MARAWI: Thousands of displaced remain in emergency shelters and the threat of Islamic extremists and unexploded bombs lingers in the rubble of a southern Philippine city, where survivors on Wednesday remembered a disastrous five-month siege by IS-aligned fighters that began a year ago.

The Rev Teresito Soganub, who survived 117 days of captivity by the extremists in Marawi city, said that aside from the devastation, it would take years for him and other civilians to overcome the horror of having lived through air strikes and gunbattles that threatened them day and night.

The government is finalising a plan to rebuild the most devastated commercial and residential districts, where the carcasses of pockmarked homes, buildings and mosques stand eerily and gathering weeds in an urban wasteland guarded by troops.

The city’s journey back to normalcy may take years at a huge cost, said officials, some of whom have warned that if the rehabilitation falters, the restiveness it would generate could be exploited by Muslim militants.

The May 23 siege that was crushed in October killed more than 1,100 mostly militants, left the mosque-studded city’s heartland in rubbles, prompted President Rodrigo Duterte to place the southern third of the country under martial law and reinforced fears that IS was gaining a foothold in the Asian region. The months of intense fighting forced hundreds of thousands of residents of Marawi and outlying towns to flee for their lives.

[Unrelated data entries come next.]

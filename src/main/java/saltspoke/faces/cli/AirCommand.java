package saltspoke.faces.cli;

import java.util.Map;
import java.util.concurrent.Callable;
import picocli.CommandLine.Command;
import picocli.CommandLine.Mixin;
import picocli.CommandLine.Model.CommandSpec;
import picocli.CommandLine.Spec;
import saltspoke.atmosphere.AirClimate;
import saltspoke.faces.Answers;
import saltspoke.faces.Parameters;
import saltspoke.faces.PlaceQuestion;
import saltspoke.faces.Questions;
import saltspoke.faces.Texts;
import saltspoke.faces.json.AirJson;
import saltspoke.faces.json.Json;

/** {@code air}: the outside air at a place and what it does to the four standard metals. */
@Command(
    name = "air",
    description = "The outside air at a place: climate by month, salt, SO2, ISO 9223 corrosivity.",
    footer = {
      "",
      "Examples:",
      "  saltspoke air --place Valparaiso",
      "  saltspoke air --at 57.05,9.92 --sea-distance 3 --setting port --json"
    })
final class AirCommand implements Callable<Integer> {
  @Spec private CommandSpec spec;
  @Mixin private PlaceOptions place;
  @Mixin private CorrectionsOption corrections;
  @Mixin private CommonOptions common;

  @Override
  public Integer call() {
    Map<String, String> values = place.values();
    PlaceOptions.put(values, "lang", common.language);
    Parameters parameters = new Parameters(values, Questions.AIR);
    Texts texts = Answers.textsFor(parameters);
    PlaceQuestion question = PlaceQuestion.from(parameters);
    AirClimate air = Opening.answers(common.data, corrections).prepare().air(question);
    spec.commandLine()
        .getOut()
        .println(common.json ? Json.pretty(AirJson.of(air, texts)) : AirText.of(air, texts));
    return ExitCode.DONE;
  }
}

While many have returned home after the attack was quelled, thousands more whose houses were destroyed in the main battle area that remains off-limits to civilians are still living in evacuation centres and temporary shelters, officials said.

At least 50 people are still listed as missing and many human remains have not yet been identified and have been buried in numbered graves. Presidential adviser Jesus Dureza called for patience after some disgruntled Marawi residents held a noisy protest.